> _What is needed_
The data below needs to be returned exactly, line for line.

> _Records for the task_
:::

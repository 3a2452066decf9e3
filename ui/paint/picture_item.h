// SPDX-License-Identifier: GPL-3.0-or-later
#pragma once

#include "ui/look/look.h"

#include <QGraphicsItem>

namespace planewright {

/// A Picture in pixels as one layer of a scene. It is painted anew only when the picture or the colours
/// differ from what stands.
class PictureItem : public QGraphicsItem {
public:
  PictureItem(QGraphicsItem* parent, double depth);

  void show(Picture picture, const Look& look);

  QRectF boundingRect() const override { return m_bounds; }
  void paint(QPainter* painter, const QStyleOptionGraphicsItem* option, QWidget* widget) override;

private:
  Picture m_picture;
  Look m_look;
  QRectF m_bounds;
};

/// The smallest rectangle that holds everything drawn.
QRectF boundsOf(const Picture& picture);

} // namespace planewright
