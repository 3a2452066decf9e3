// SPDX-License-Identifier: GPL-3.0-or-later
#include "core/evidence/check_row.h"

#include "core/record/csv.h"
#include "core/words/names.h"

#include <charconv>
#include <cmath>

namespace planewright {

template <>
const std::vector<Named<CheckStatus>>& namesOf() {
  static const std::vector<Named<CheckStatus>> names = {
      {CheckStatus::ok, "OK", PW_TEXT("Check", "printed value")},
      {CheckStatus::lastDigit, "LAST_DIGIT", PW_TEXT("Check", "rounded on its way in the source")},
      {CheckStatus::sign, "SIGN", PW_TEXT("Check", "magnitude only")},
      {CheckStatus::noPrintedValue, "NO_PRINTED_VALUE", PW_TEXT("Check", "no printed value")}};
  return names;
}

namespace {

constexpr std::string_view heading =
    "id,case,class,inputs,quantity,unit,printed,tol,recomputed,status,note,source,locator,basis";
/// In the order of the heading.
namespace column {
enum {
  id,
  title,
  kind,
  inputs,
  quantity,
  unit,
  printed,
  tol,
  recomputed,
  status,
  note,
  source,
  locator,
  basis,
  count
};
}

Problem fault(std::string_view quoted, Text what) {
  return {{}, 0, 0, std::string(quoted), std::move(what), {}};
}

std::optional<double> numberIn(std::string_view text) {
  double value = 0;
  const auto [end, error] = std::from_chars(text.data(), text.data() + text.size(), value);
  if (error != std::errc() || end != text.data() + text.size() || !std::isfinite(value))
    return std::nullopt;
  return value;
}

std::string_view trimmed(std::string_view text) {
  while (text.starts_with(' '))
    text.remove_prefix(1);
  while (text.ends_with(' '))
    text.remove_suffix(1);
  return text;
}

/// The value of one input; none when it is missing or no number.
std::optional<double> input(std::string_view pieces, std::string_view name) {
  while (!pieces.empty()) {
    const std::size_t end = std::min(pieces.find(';'), pieces.size());
    const std::string_view piece = trimmed(pieces.substr(0, end));
    pieces.remove_prefix(std::min(end + 1, pieces.size()));
    if (piece.starts_with(name) && piece.substr(name.size()).starts_with('='))
      return numberIn(piece.substr(name.size() + 1));
  }
  return std::nullopt;
}

std::optional<PlaneStress> stressIn(std::string_view pieces) {
  const auto sx = input(pieces, "sx");
  const auto sy = input(pieces, "sy");
  const auto txy = input(pieces, "txy");
  const auto s1 = input(pieces, "s1");
  if (!sx || !sy || (!txy && !s1))
    return std::nullopt;
  return PlaneStress{*sx, *sy, txy ? *txy : std::sqrt((*s1 - *sx) * (*s1 - *sy))};
}

/// Reads the printed value, its tolerance and own arithmetic; false when one does not read.
bool readNumbers(CheckResult& result, const std::vector<std::string>& fields) {
  const std::optional<double> own = numberIn(fields[column::recomputed]);
  result.recomputed = own.value_or(0);
  if (result.status == CheckStatus::noPrintedValue)
    return own && fields[column::printed].empty();
  const std::optional<double> tolerance = numberIn(fields[column::tol]);
  result.printed = numberIn(fields[column::printed]);
  result.tolerance = tolerance.value_or(0);
  return own && result.printed && tolerance;
}

} // namespace

bool isHeading(std::string_view row) {
  return row == heading;
}

Result<CheckRow> readCheckRow(std::string_view row) {
  const std::vector<std::string> fields = csvFields(row);
  if (fields.size() != column::count)
    return tl::unexpected(fault(row, PW_TEXT("Check", "This row has not as many fields as its heading.")));
  CheckRow read;
  read.result = {.id = fields[column::id],
                 .source = fields[column::source],
                 .locator = fields[column::locator],
                 .basis = fields[column::basis],
                 .inputs = fields[column::inputs],
                 .quantity = fields[column::quantity],
                 .unit = fields[column::unit]};
  const std::optional<CheckStatus> status = fromWord<CheckStatus>(fields[column::status]);
  if (!status)
    return tl::unexpected(fault(fields[column::status], PW_TEXT("Check", "This status is not known.")));
  read.result.status = *status;
  const std::optional<PlaneStress> stress = stressIn(read.result.inputs);
  if (!stress)
    return tl::unexpected(
        fault(read.result.inputs, PW_TEXT("Check", "These inputs make no state of stress.")));
  read.stress = *stress;
  if (const std::optional<double> theta = input(read.result.inputs, "theta"))
    read.theta = Angle::fromDegrees(*theta);
  if (!readNumbers(read.result, fields))
    return tl::unexpected(
        fault(fields[column::printed], PW_TEXT("Check", "The numbers of this row do not read.")));
  return read;
}

} // namespace planewright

:::

> _Finished task_
repository 3a2452066decf9e3
filename ui/paint/picture_item.h
// SPDX-License-Identifier: GPL-3.0-or-later
#pragma once

#include "ui/look/look.h"

#include <QGraphicsItem>

namespace planewright {

/// A Picture in pixels as one layer of a scene. It is painted anew only when the picture or the colours
/// differ from what stands.
class PictureItem : public QGraphicsItem {
public:
  PictureItem(QGraphicsItem* parent, double depth);

  void show(Picture picture, const Look& look);

  QRectF boundingRect() const override { return m_bounds; }
  void paint(QPainter* painter, const QStyleOptionGraphicsItem* option, QWidget* widget) override;

private:
  Picture m_picture;
  Look m_look;
  QRectF m_bounds;
};

/// The smallest rectangle that holds everything drawn.
QRectF boundsOf(const Picture& picture);

} // namespace planewright
repository 3a2452066decf9e3
// SPDX-License-Identifier: GPL-3.0-or-later
#include "core/evidence/check_row.h"

#include "core/record/csv.h"
#include "core/words/names.h"

#include <charconv>
#include <cmath>

namespace planewright {

template <>
const std::vector<Named<CheckStatus>>& namesOf() {
  static const std::vector<Named<CheckStatus>> names = {
      {CheckStatus::ok, "OK", PW_TEXT("Check", "printed value")},
      {CheckStatus::lastDigit, "LAST_DIGIT", PW_TEXT("Check", "rounded on its way in the source")},
      {CheckStatus::sign, "SIGN", PW_TEXT("Check", "magnitude only")},
      {CheckStatus::noPrintedValue, "NO_PRINTED_VALUE", PW_TEXT("Check", "no printed value")}};
  return names;
}

namespace {

constexpr std::string_view heading =
    "id,case,class,inputs,quantity,unit,printed,tol,recomputed,status,note,source,locator,basis";
/// In the order of the heading.
namespace column {
enum {
  id,
  title,
  kind,
  inputs,
  quantity,
  unit,
  printed,
  tol,
  recomputed,
  status,
  note,
  source,
  locator,
  basis,
  count
};
}

Problem fault(std::string_view quoted, Text what) {
  return {{}, 0, 0, std::string(quoted), std::move(what), {}};
}

std::optional<double> numberIn(std::string_view text) {
  double value = 0;
  const auto [end, error] = std::from_chars(text.data(), text.data() + text.size(), value);
  if (error != std::errc() || end != text.data() + text.size() || !std::isfinite(value))
    return std::nullopt;
  return value;
}

std::string_view trimmed(std::string_view text) {
  while (text.starts_with(' '))
    text.remove_prefix(1);
  while (text.ends_with(' '))
    text.remove_suffix(1);
  return text;
}

/// The value of one input; none when it is missing or no number.
std::optional<double> input(std::string_view pieces, std::string_view name) {
  while (!pieces.empty()) {
    const std::size_t end = std::min(pieces.find(';'), pieces.size());
    const std::string_view piece = trimmed(pieces.substr(0, end));
    pieces.remove_prefix(std::min(end + 1, pieces.size()));
    if (piece.starts_with(name) && piece.substr(name.size()).starts_with('='))
      return numberIn(piece.substr(name.size() + 1));
  }
  return std::nullopt;
}

std::optional<PlaneStress> stressIn(std::string_view pieces) {
  const auto sx = input(pieces, "sx");
  const auto sy = input(pieces, "sy");
  const auto txy = input(pieces, "txy");
  const auto s1 = input(pieces, "s1");
  if (!sx || !sy || (!txy && !s1))
    return std::nullopt;
  return PlaneStress{*sx, *sy, txy ? *txy : std::sqrt((*s1 - *sx) * (*s1 - *sy))};
}

/// Reads the printed value, its tolerance and own arithmetic; false when one does not read.
bool readNumbers(CheckResult& result, const std::vector<std::string>& fields) {
  const std::optional<double> own = numberIn(fields[column::recomputed]);
  result.recomputed = own.value_or(0);
  if (result.status == CheckStatus::noPrintedValue)
    return own && fields[column::printed].empty();
  const std::optional<double> tolerance = numberIn(fields[column::tol]);
  result.printed = numberIn(fields[column::printed]);
  result.tolerance = tolerance.value_or(0);
  return own && result.printed && tolerance;
}

} // namespace

bool isHeading(std::string_view row) {
  return row == heading;
}

Result<CheckRow> readCheckRow(std::string_view row) {
  const std::vector<std::string> fields = csvFields(row);
  if (fields.size() != column::count)
    return tl::unexpected(fault(row, PW_TEXT("Check", "This row has not as many fields as its heading.")));
  CheckRow read;
  read.result = {.id = fields[column::id],
                 .source = fields[column::source],
                 .locator = fields[column::locator],
                 .basis = fields[column::basis],
                 .inputs = fields[column::inputs],
                 .quantity = fields[column::quantity],
                 .unit = fields[column::unit]};
  const std::optional<CheckStatus> status = fromWord<CheckStatus>(fields[column::status]);
  if (!status)
    return tl::unexpected(fault(fields[column::status], PW_TEXT("Check", "This status is not known.")));
  read.result.status = *status;
  const std::optional<PlaneStress> stress = stressIn(read.result.inputs);
  if (!stress)
    return tl::unexpected(
        fault(read.result.inputs, PW_TEXT("Check", "These inputs make no state of stress.")));
  read.stress = *stress;
  if (const std::optional<double> theta = input(read.result.inputs, "theta"))
    read.theta = Angle::fromDegrees(*theta);
  if (!readNumbers(read.result, fields))
    return tl::unexpected(
        fault(fields[column::printed], PW_TEXT("Check", "The numbers of this row do not read.")));
  return read;
}

} // namespace planewright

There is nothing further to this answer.